Victor Djembé, représentant-résident de l’Onudi au Sénégal estime qu’au regard du travail déjà abattu de part et d’autre, le Sénégal pourra s’engager dans la mise en œuvre des Zones économiques spéciales avec une grande probabilité d’atteindre les objectifs qu’il s’est fixés. « Si elles deviennent réalité, les Zones économiques spéciales vont contribuer à faire du Sénégal un hub logistique et industriel régional et aidera à mettre en valeurs tous les atouts géographiques de notre pays », pense Pierre Ndiaye du ministère de l’Économie, des Finances et du Plan. Il estime que la réflexion menée sur les Zones économiques spéciales permettra de constituer un tissu économique intégré à travers les chaînes de valeurs et à développer la diversification des produits exportés en vue d’améliorer les performances du Sénégal.

Toutefois, M. Ndiaye a insisté sur la nécessité d’une cohérence globale entre ce qui se passe dans les Zones économiques spéciales et ailleurs « dans un souci de ne pas fracturer le tissu économique et par ricochet d’assurer un développement socioéconomique harmonieux ». Cette quête permanente pour un équilibre économique et territorial, doit conduire, à envisager les Zones économiques spéciales comme des « laboratoires pour expérimenter une politique efficace et appropriée pour le secteur privé », selon Pierre Ndiaye.

Un précieux outil d’aide à la décision
Le représentant du secteur privé, Serigne Mboup, qui est également le président de l’Union nationale des chambres de commerce du Sénégal (Unccias), souhaite l’implantation des zones économiques spéciales un peu partout au Sénégal et au plus vite. Car, a-t-il dit, « leur importance pour le développement économique n’est plus à démontrer ».

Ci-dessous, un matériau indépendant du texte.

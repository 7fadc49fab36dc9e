//! Reference checks of the gate models, the conductivity tensor and the Savitzky–Golay filters
//! against external values. The source of every value is named beside its check; "check-values"
//! is the project's table of independently recomputed reference values
//! (shared/reference/check-values.md), whose section is given.

use fanmark_core::conductivity::{rho_from_sigma, siemens_to_e2h, sigma_from_rho, SampleGeometry};
use fanmark_core::constants::{E_OVER_H, VON_KLITZING_R_K};
use fanmark_core::gate::{
    effective_lever_arm, graphene_quantum_capacitance, quantum_capacitance_correction, Dielectric,
    DualGate, SingleGate, GRAPHENE_FERMI_VELOCITY_M_PER_S,
};
use fanmark_core::savgol::{coefficients, savgol_1d, SavgolSpec};
use fanmark_core::units::{cm2_to_m2, m2_to_cm2, v_per_m_to_v_per_nm};
use proptest::prelude::*;

fn rel(a: f64, b: f64) -> f64 {
    ((a - b) / b).abs()
}

fn dielectric(nm: f64, eps: f64) -> Dielectric {
    Dielectric {
        thickness_m: nm * 1e-9,
        epsilon_r: eps,
    }
}

// ---------------------------------------------------------------- gate capacitance

#[test]
fn oxide_lever_arms() {
    // check-values §3 (V, computed from C = ε₀ε_r/d): n per volt in cm⁻² V⁻¹ and C in nF/cm².
    let rows = [
        (300.0, 3.9, 11.5104, 7.184_25e10),
        (285.0, 3.9, 12.1163, 7.562_37e10),
        (90.0, 3.9, 38.3681, 2.394_75e11),
    ];
    for (nm, eps, c_nf_cm2, per_volt) in rows {
        let d = dielectric(nm, eps);
        let c = d.capacitance().unwrap();
        // 1 F/m² = 10⁵ nF/cm².
        assert!(rel(c * 1e5, c_nf_cm2) < 1e-5, "{nm} nm: {}", c * 1e5);
        let g = SingleGate::from_geometry(&d, 0.0).unwrap();
        assert!(rel(m2_to_cm2(g.alpha_m2_per_v), per_volt) < 1e-5, "{nm} nm");
    }
    // The commonly quoted 7.2×10¹⁰ cm⁻² V⁻¹ for 300 nm SiO₂ (Novoselov et al., Science 306,
    // 666 (2004); from memory, check-values §3 status M), to 0.5 % as check-values advises.
    let g = SingleGate::from_geometry(&dielectric(300.0, 3.9), 0.0).unwrap();
    assert!(rel(m2_to_cm2(g.alpha_m2_per_v), 7.2e10) < 5e-3);
}

#[test]
fn hbn_lever_arms() {
    // check-values §3 (V): hBN rows, C in nF/cm² and n per volt in cm⁻² V⁻¹.
    let rows = [
        (3.0, 30.0, 88.542, 5.526_35e11),
        (3.4, 30.0, 100.348, 6.263_20e11),
        (3.76, 30.0, 110.973, 6.926_36e11),
        (4.0, 30.0, 118.056, 7.368_47e11),
        (3.0, 20.0, 132.813, 8.289_52e11),
    ];
    for (eps, nm, c_nf_cm2, per_volt) in rows {
        let d = dielectric(nm, eps);
        assert!(rel(d.capacitance().unwrap() * 1e5, c_nf_cm2) < 1e-5);
        assert!(rel(m2_to_cm2(d.lever_arm().unwrap()), per_volt) < 1e-5);
    }
}

#[test]
fn graphene_quantum_capacitance_values() {
    // check-values §3 (V): C_Q = 0.869 µF/cm² at 10¹¹ cm⁻² and 2.75 µF/cm² at 10¹² cm⁻²
    // (v_F = 10⁶ m/s); 1 F/m² = 100 µF/cm².
    let v = GRAPHENE_FERMI_VELOCITY_M_PER_S;
    let cq11 = graphene_quantum_capacitance(cm2_to_m2(1e11), v) * 100.0;
    let cq12 = graphene_quantum_capacitance(cm2_to_m2(1e12), v) * 100.0;
    assert!((cq11 - 0.869).abs() < 5e-4, "{cq11}");
    assert!((cq12 - 2.75).abs() < 5e-3, "{cq12}");
    // Series correction for 30 nm hBN, ε_r 3.4: 10.4 % at 10¹¹, 3.5 % at 10¹² (check-values §3).
    let cg = dielectric(30.0, 3.4).capacitance().unwrap();
    let c11 = quantum_capacitance_correction(cg, cm2_to_m2(1e11), v);
    let c12 = quantum_capacitance_correction(cg, cm2_to_m2(1e12), v);
    assert!((c11 - 0.104).abs() < 5e-4, "{c11}");
    assert!((c12 - 0.035).abs() < 5e-4, "{c12}");
    // "For 300 nm SiO₂ it is under 2 %" (check-values §3), at 10¹¹ cm⁻².
    let cg_ox = dielectric(300.0, 3.9).capacitance().unwrap();
    assert!(quantum_capacitance_correction(cg_ox, cm2_to_m2(1e11), v) < 0.02);
    // The effective lever arm is the geometric one reduced by that fraction.
    let eff = effective_lever_arm(cg, cm2_to_m2(1e11), v);
    let geo = dielectric(30.0, 3.4).lever_arm().unwrap();
    assert!(rel(eff, geo * (1.0 - c11)) < 1e-12);
}

#[test]
fn dual_gate_example() {
    // check-values §3 (V): top 30 nm hBN (ε 3.4, C_t = 1.003 475×10⁻³ F/m²), bottom 285 nm
    // SiO₂ (ε 3.9, C_b = 1.211 626×10⁻⁴ F/m²), V_t = 1 V, V_b = 10 V:
    // n = 1.382 557×10¹² cm⁻², D/ε₀ = −0.011 754 V/nm with D/ε₀ = (C_t V_t − C_b V_b)/(2ε₀).
    let g = DualGate::from_dielectrics(&dielectric(30.0, 3.4), &dielectric(285.0, 3.9)).unwrap();
    assert!(rel(g.c_top_f_per_m2, 1.003_475e-3) < 1e-6);
    assert!(rel(g.c_bottom_f_per_m2, 1.211_626e-4) < 1e-6);
    let (n, d) = g.density_displacement(1.0, 10.0);
    assert!(rel(m2_to_cm2(n), 1.382_557e12) < 1e-6, "{}", m2_to_cm2(n));
    assert!((v_per_m_to_v_per_nm(d) + 0.011_754).abs() < 5e-7, "{}", d);
    let (vt, vb) = g.gates_for(n, d);
    assert!((vt - 1.0).abs() < 1e-12 && (vb - 10.0).abs() < 1e-11);
}

#[test]
fn lever_arm_fixture() {
    // check-values §3 lever-arm fit fixture (V): α = 7.184 254×10¹⁰ cm⁻² V⁻¹, V_CNP = 1.5 V,
    // states (ν, B) sit at V_g = V_CNP + ν(e/h)B/α.
    let g = SingleGate {
        alpha_m2_per_v: cm2_to_m2(7.184_254e10),
        v_cnp: 1.5,
    };
    let rows = [
        (2.0, 9.0, 7.558_222),
        (6.0, 9.0, 19.674_666),
        (10.0, 9.0, 31.791_111),
        (-2.0, 9.0, -4.558_222),
        (-6.0, 9.0, -16.674_666),
        (2.0, 4.0, 4.192_543),
        (6.0, 4.0, 9.577_629),
        (-10.0, 6.0, -18.694_074),
    ];
    for (nu, b, vg) in rows {
        let n = nu * E_OVER_H * b;
        let got = g.gate_for_density(n);
        assert!((got - vg).abs() < 2e-6, "ν = {nu}, B = {b}: {got} vs {vg}");
        assert!(rel(g.density(vg), n) < 1e-6);
    }
}

// ---------------------------------------------------------------- conductivity tensor

#[test]
fn tensor_inversion_rows() {
    // check-values §12 (V, closed form checked against numpy.linalg.inv), σ_xy = −ρ_xy/(ρ_xx²+ρ_xy²):
    // (ρ_xx, ρ_xy) in Ω → (σ_xx, σ_xy) in S and in e²/h.
    let rk = VON_KLITZING_R_K;
    let rows = [
        (
            1000.0,
            5000.0,
            3.846_153_846e-5,
            -1.923_076_923e-4,
            0.992_800,
            -4.964_001,
        ),
        (0.0, rk / 2.0, 0.0, -7.748_091_730e-5, 0.0, -2.0),
        (
            200.0,
            rk / 6.0,
            1.078_262_334e-5,
            -2.319_414_834e-4,
            0.278_330,
            -5.987_061,
        ),
        (rk, rk, 1.937_022_933e-5, -1.937_022_933e-5, 0.5, -0.5),
    ];
    for (rxx, rxy, sxx, sxy, sxx_q, sxy_q) in rows {
        let (a, b) = sigma_from_rho(rxx, rxy);
        let close = |x: f64, y: f64, tol: f64| (x - y).abs() <= tol * y.abs().max(1e-30);
        assert!(
            close(a, sxx, 1e-9) || (sxx == 0.0 && a == 0.0),
            "{a} vs {sxx}"
        );
        assert!(close(b, sxy, 1e-9), "{b} vs {sxy}");
        assert!((siemens_to_e2h(a) - sxx_q).abs() < 1e-6);
        assert!((siemens_to_e2h(b) - sxy_q).abs() < 1e-6);
    }
    // Geometry: R_xx = 1500 Ω, W = 2 µm, L = 6 µm is 500 Ω/□ (check-values §12).
    let g = SampleGeometry::WidthLength {
        width_m: 2e-6,
        length_m: 6e-6,
    };
    assert!((g.rho_xx(1500.0).unwrap() - 500.0).abs() < 1e-9);
}

proptest! {
    #[test]
    fn tensor_round_trip(sxx in 1e-8f64..1e-2, sxy in -1e-2f64..1e-2) {
        // σ → ρ → σ is the identity (exact 2×2 inverse of an isotropic tensor).
        let (rxx, rxy) = rho_from_sigma(sxx, sxy);
        let (a, b) = sigma_from_rho(rxx, rxy);
        let scale = sxx.abs().max(sxy.abs());
        prop_assert!((a - sxx).abs() <= 1e-12 * scale);
        prop_assert!((b - sxy).abs() <= 1e-12 * scale);
    }
}

// ---------------------------------------------------------------- Savitzky–Golay

/// Compare computed coefficients with a table row of integers over a norm.
fn check_row(window: usize, orders: &[usize], deriv: usize, ints: &[f64], norm: f64) {
    for &order in orders {
        let c = coefficients(SavgolSpec::new(window, order, deriv).unwrap()).unwrap();
        assert_eq!(c.len(), ints.len());
        for (i, (got, want)) in c.iter().zip(ints).enumerate() {
            assert!(
                (got * norm - want).abs() < 1e-9,
                "window {window}, order {order}, deriv {deriv}, entry {i}: {} vs {want}",
                got * norm
            );
        }
    }
}

#[test]
fn savgol_coefficient_tables() {
    // check-values §9: exact rationals, order i = −m … +m (scipy `use='dot'` order); tables of
    // Savitzky & Golay, Anal. Chem. 36, 1627 (1964), as corrected by Steinier, Termonia &
    // Deltour, Anal. Chem. 44, 1906 (1972) (both from memory, status M).
    // Smoothing, quadratic = cubic.
    check_row(5, &[2, 3], 0, &[-3., 12., 17., 12., -3.], 35.0);
    check_row(7, &[2, 3], 0, &[-2., 3., 6., 7., 6., 3., -2.], 21.0);
    check_row(
        9,
        &[2, 3],
        0,
        &[-21., 14., 39., 54., 59., 54., 39., 14., -21.],
        231.0,
    );
    // Smoothing, quartic = quintic.
    check_row(7, &[4, 5], 0, &[5., -30., 75., 131., 75., -30., 5.], 231.0);
    check_row(
        9,
        &[4, 5],
        0,
        &[15., -55., 30., 135., 179., 135., 30., -55., 15.],
        429.0,
    );
    // First derivative, linear = quadratic.
    check_row(5, &[1, 2], 1, &[-2., -1., 0., 1., 2.], 10.0);
    check_row(7, &[1, 2], 1, &[-3., -2., -1., 0., 1., 2., 3.], 28.0);
    check_row(
        9,
        &[1, 2],
        1,
        &[-4., -3., -2., -1., 0., 1., 2., 3., 4.],
        60.0,
    );
    // First derivative, cubic = quartic.
    check_row(5, &[3, 4], 1, &[1., -8., 0., 8., -1.], 12.0);
    check_row(7, &[3, 4], 1, &[22., -67., -58., 0., 58., 67., -22.], 252.0);
    check_row(
        9,
        &[3, 4],
        1,
        &[86., -142., -193., -126., 0., 126., 193., 142., -86.],
        1188.0,
    );
    // Second derivative (includes the factor 2), quadratic = cubic.
    check_row(5, &[2, 3], 2, &[2., -1., -2., -1., 2.], 7.0);
    check_row(7, &[2, 3], 2, &[5., 0., -3., -4., -3., 0., 5.], 42.0);
    check_row(
        9,
        &[2, 3],
        2,
        &[28., 7., -8., -17., -20., -17., -8., 7., 28.],
        462.0,
    );
}

#[test]
fn savgol_worked_cubic() {
    // check-values §9 (V): y = 0.5x³ − 2x² + x, window 7, order 3: at x = 10 the first
    // derivative is 111 and the second 26. Spacing 0.5 exercises the division by Δx^k.
    let x: Vec<f64> = (0..41).map(|i| i as f64 * 0.5).collect();
    let y: Vec<f64> = x
        .iter()
        .map(|&v| 0.5 * v * v * v - 2.0 * v * v + v)
        .collect();
    let j = 20; // x = 10
    let d1 = savgol_1d(&y, &x, SavgolSpec::new(7, 3, 1).unwrap()).unwrap();
    let d2 = savgol_1d(&y, &x, SavgolSpec::new(7, 3, 2).unwrap()).unwrap();
    assert!((d1[j] - 111.0).abs() < 1e-9, "{}", d1[j]);
    assert!((d2[j] - 26.0).abs() < 1e-9, "{}", d2[j]);
    // The shifted edge windows are exact for a cubic too (the fit reproduces it).
    assert!((d1[0] - 1.0).abs() < 1e-9 && (d1[40] - (1.5 * 400.0 - 80.0 + 1.0)).abs() < 1e-8);
}

#[test]
fn savgol_worked_sine() {
    // check-values §9 (V): sin x, Δx = 0.25, window 9, order 3: derivative at x = 2.5 is
    // −0.799 138 (cos 2.5 = −0.801 144; the difference is the finite-window bias).
    let x: Vec<f64> = (0..21).map(|i| i as f64 * 0.25).collect();
    let y: Vec<f64> = x.iter().map(|v| v.sin()).collect();
    let d = savgol_1d(&y, &x, SavgolSpec::new(9, 3, 1).unwrap()).unwrap();
    assert!((d[10] - -0.799_138).abs() < 1e-6, "{}", d[10]);
}

/// A polynomial Σ a_i (x − c)^i and its k-th derivative.
fn poly_deriv(a: &[f64], c: f64, x: f64, k: usize) -> f64 {
    let mut s = 0.0;
    for (i, &ai) in a.iter().enumerate().skip(k) {
        let falling: f64 = ((i - k + 1)..=i).map(|v| v as f64).product();
        s += ai * falling * (x - c).powi((i - k) as i32);
    }
    s
}

proptest! {
    #[test]
    fn savgol_exact_on_polynomials_of_fit_order_non_uniform(
        order in 0usize..5,
        extra in 0usize..4,
        deriv_pick in 0usize..5,
        steps in proptest::collection::vec(0.3f64..1.7, 30..60),
        coeffs in proptest::collection::vec(-2.0f64..2.0, 5),
    ) {
        // A least-squares polynomial of degree p reproduces any polynomial of degree p
        // exactly, on any coordinates (the defining property of the Savitzky–Golay fit).
        // The smallest odd window above the order, plus 0–3 points, made odd.
        let w = order + 1 + extra;
        let window = if w % 2 == 0 { w + 1 } else { w };
        let deriv = deriv_pick.min(order);
        let mut x = vec![0.0];
        for s in &steps { let last = *x.last().unwrap(); x.push(last + s); }
        let c = x[x.len() / 2];
        let a = &coeffs[..=order];
        let y: Vec<f64> = x.iter().map(|&v| poly_deriv(a, c, v, 0)).collect();
        let got = savgol_1d(&y, &x, SavgolSpec::new(window, order, deriv).unwrap()).unwrap();
        let scale = y.iter().fold(1.0f64, |m, v| m.max(v.abs()));
        for (j, &g) in got.iter().enumerate() {
            let want = poly_deriv(a, c, x[j], deriv);
            prop_assert!((g - want).abs() <= 1e-9 * scale, "j {}: {} vs {}", j, g, want);
        }
    }
}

Le Conseiller spécial du Premier ministre, Moubarack Lô a salué l’initiative du ministère de la Promotion des investissements soulignant que « c’est la première fois que le Sénégal dispose d’une étude aussi complète et fouillée sur le développement des Zones économiques spéciales ». Il a suggéré d’aller plus vite dans leur mise en place. « Au Sénégal, on est très fort en planification, mais nous avons des difficultés dans la mise en œuvre. Il faut aller de l’avant et vite car les zones économiques spéciales constituent un moyen d’accélération des investissements et des exportations qui restent des facteurs clés d’émergence », a-t-il préconisé.

Arsénal législatif robuste
En principe, la création de zones économiques spéciales ne devrait pas rencontrer des problèmes majeurs puisque le Sénégal a pris les devants en adoptant des textes législatifs et réglementaires. Il s’agit notamment de la loi du 6 janvier 2017 portant sur la gouvernance de ces zones, la loi du 6 janvier 2017 portant sur les dispositifs incitatifs applicables dans ces zones sans oublier le Comité paritaire public-privé, organe de gouvernance de ces zones. Ce corpus juridique nouveau est en train de démontrer les preuves de son opportunité, selon Khoudia Mbaye, soutenant qu’il a permis l’adoption d’un décret portant création de la zone économique spéciale de Diass et d’un autre décret portant admission du Parc industriel intégré de Diamniadio au régime de ces zones. Assurant que d’autres actes similaires de création de zone économique spéciale suivront, le ministre a déclaré que cet arsenal robuste de textes législatifs et réglementaires « nous donne raison de penser que notre pays saura gagner en compétitivité notamment sur les coûts des facteurs de production, la qualité des services, les infrastructures de soutien à la production ».